Mais tarde Cajango teve um câncer no baço. Gastei os tubos para retirá-lo, tendo depois de carregar a sacola com esse baço pela Cidade Universitária, para que fosse feita uma biópsia. Logo o câncer atingiu o fígado e Cajango foi sacrificado. Morreu com a cabeça nas minhas mãos, uma cena e tanto. Sem exceção, foram companheiros que tiveram respeito pela imprensa: jamais defecaram sobre o jornal. Da mesma forma que jamais fizeram outras coisas que seriam louváveis fazer no caso de você ser cachorro.
Dotado de minha expertise no manejo insustentado desses animais, dirijo-me ao parque Ibirapuera para arguir os bípedes: por que você comprou um cachorro? Por que fez isso com você mesmo? "Porque meu pai tinha morrido", explica a gerente de marketing Renata Figueiredo, 36. "Eu precisava de alguma alegria, e o Otto veio me trazer isso." Otto é um bulldog de 6 meses que tem fetiche por pés: sapato, tênis, meia, pé de cadeira – o Otto traça tudo. "O que um cachorro nos dá é muito mais do que despendemos com ele", defende o produtor musical Edson Guidetti, 44, dono da vira-lata Nina, 4. "Passei 8 anos sem ter um cão e me tornei uma pessoa pior", diz. "Quem tem cachorro tem as emoções mais transparentes."

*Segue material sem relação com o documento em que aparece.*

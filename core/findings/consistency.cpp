// SPDX-License-Identifier: GPL-3.0-or-later
#include "core/findings/consistency.h"

#include "core/findings/session_posterior.h"
#include "core/preference/diagnostics.h"

#include <algorithm>
#include <boost/math/distributions/binomial.hpp>
#include <cmath>
#include <stdexcept>

namespace whichway {
namespace {

bool counts(TrialKind kind) {
    return kind != TrialKind::Practice && kind != TrialKind::Identical;
}

const AnsweredTrial* answerTo(const SessionState& state, int trial) {
    const auto found = std::find_if(state.answers.begin(), state.answers.end(),
                                    [&](const AnsweredTrial& answer) { return answer.trial == trial; });
    return found == state.answers.end() ? nullptr : &*found;
}

void add(Share& share, int answer, bool success) {
    if (answer == 0) {
        ++share.cannotTell;
    } else {
        ++share.of;
        share.count += success ? 1 : 0;
    }
}

/// Probability that the left side is chosen (given that a side is), averaged over the draws.
double leftProbabilityOf(const Draws& draws, std::span<const double> difference) {
    double sum = 0;
    for (std::size_t i = 0; i < draws.count(); ++i) {
        const double eta = dot(draws.weights.row(i), difference) + draws.sideBias[i];
        sum += 1 / (1 + std::exp(-eta));
    }
    return sum / static_cast<double>(draws.count());
}

} // namespace

Interval exactProportion(int count, int of, double level) {
    if (of < 1 || count < 0 || count > of || !(level > 0 && level < 1))
        throw std::invalid_argument("exactProportion: 0 <= count <= of, of >= 1, 0 < level < 1");
    using Binomial = boost::math::binomial_distribution<double>;
    const double tail = (1 - level) / 2;
    return {.median = static_cast<double>(count) / of,
            .low = Binomial::find_lower_bound_on_p(of, count, tail, Binomial::clopper_pearson_exact_interval),
            .high =
                Binomial::find_upper_bound_on_p(of, count, tail, Binomial::clopper_pearson_exact_interval)};
}

double evenSplitProbability(int count, int of) {
    if (of < 1)
        return 1;
    const int larger = std::max(count, of - count);
    if (2 * larger == of)
        return 1;
    const boost::math::binomial_distribution<double> even(of, 0.5);
    return std::min(1.0, 2 * boost::math::cdf(boost::math::complement(even, larger - 1)));
}

Consistency findConsistency(const SessionState& state, const Draws& draws) {
    Consistency found;
    found.confidence.assign(static_cast<std::size_t>(state.began.protocol.levels), 0);
    std::vector<double> times;
    std::vector<double> predicted; // 1 where the estimate agrees, in the order of the answers
    for (const AnsweredTrial& answer : state.answers) {
        const ScheduledTrial& scheduled = state.began.schedule[static_cast<std::size_t>(answer.trial - 1)];
        if (answer.responseTime >= 0 && answer.kind != TrialKind::Practice) {
            times.push_back(answer.responseTime);
            found.quick += answer.responseTime < found.quickBelow ? 1 : 0;
        }
        if (answer.kind == TrialKind::Identical)
            add(found.identicalLeft, answer.answer, answer.answer > 0);
        if (answer.kind == TrialKind::Catch)
            add(found.catches, answer.answer, (answer.answer > 0) == (scheduled.expected == Side::Left));
        if (answer.kind == TrialKind::Repeat)
            if (const AnsweredTrial* first = answerTo(state, scheduled.repeatOf)) {
                // The sides were swapped: the same motion means the other sign.
                const bool either = answer.answer == 0 || first->answer == 0;
                add(found.repeats, either ? 0 : answer.answer, (answer.answer > 0) != (first->answer > 0));
            }
        if (!counts(answer.kind))
            continue;
        add(found.left, answer.answer, answer.answer > 0);
        if (answer.answer != 0)
            ++found.confidence[static_cast<std::size_t>(std::abs(answer.answer) - 1)];
        const std::vector<double> difference =
            standardisedDifference(state.began.protocol, answer.left, answer.right);
        if (answer.answer != 0 && !difference.empty())
            predicted.push_back((leftProbabilityOf(draws, difference) > 0.5) == (answer.answer > 0) ? 1 : 0);
    }
    found.leftProbability = evenSplitProbability(found.left.count, found.left.of);
    int all = 0, most = 0;
    for (const int used : found.confidence) {
        all += used;
        most = std::max(most, used);
    }
    found.oneWord = all >= 15 && 10 * most >= 9 * all && found.confidence.size() > 1;
    if (!times.empty())
        found.medianResponseTime = quantileOf(times, 0.5);
    if (const std::size_t third = predicted.size() / 3; third >= 5) {
        double first = 0, last = 0;
        for (std::size_t i = 0; i < third; ++i) {
            first += predicted[i];
            last += predicted[predicted.size() - 1 - i];
        }
        found.drift = 100 * (last - first) / static_cast<double>(third);
    }
    return found;
}

Prediction findPrediction(const SessionState& state, const ResponseModel& model, const Draws& draws,
                          const Share& repeats) {
    Prediction found;
    double logScore = 0;
    int scored = 0;
    for (const AnsweredTrial& answer : state.answers) {
        if (answer.kind != TrialKind::HeldOut)
            continue;
        const std::vector<double> difference =
            standardisedDifference(state.began.protocol, answer.left, answer.right);
        add(found.heldOut, answer.answer,
            (leftProbabilityOf(draws, difference) > 0.5) == (answer.answer > 0));
        double probability = 0;
        for (std::size_t i = 0; i < draws.count(); ++i)
            probability +=
                responseProbability(model, dot(draws.weights.row(i), difference) + draws.sideBias[i],
                                    draws.cuts.row(i), answer.answer) /
                static_cast<double>(draws.count());
        logScore += std::log(probability);
        ++scored;
    }
    found.tooFew = found.heldOut.of < 10;
    if (found.heldOut.of > 0)
        found.accuracy = exactProportion(found.heldOut.count, found.heldOut.of);
    if (scored > 0)
        found.logScore = logScore / scored;
    if (repeats.of > 0 && 2 * repeats.count > repeats.of) {
        const double a = static_cast<double>(repeats.count) / repeats.of;
        found.reachable = Interval{.median = a, .low = a, .high = 0.5 * (1 + std::sqrt(2 * a - 1))};
    }
    return found;
}

} // namespace whichway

O analista de sistemas Rafael Pereira, 24, é casado com a estudante de direito Andressa Vieira, 22. Não têm filhos a não ser a Pati, uma schnauzer de 5 anos. "Ela não veio planejada, mas virou membro da família e então a gente não fica olhando o trabalho que dá", esclarece Rafael. "O grande lance do cachorro é que para ele está sempre tudo bem", conclui Edson, "e essa atitude nos mostra que a vida é possível assim". Perros. Por que tê-los? Porque humanizam nosotros? Se é assim, tá valendo.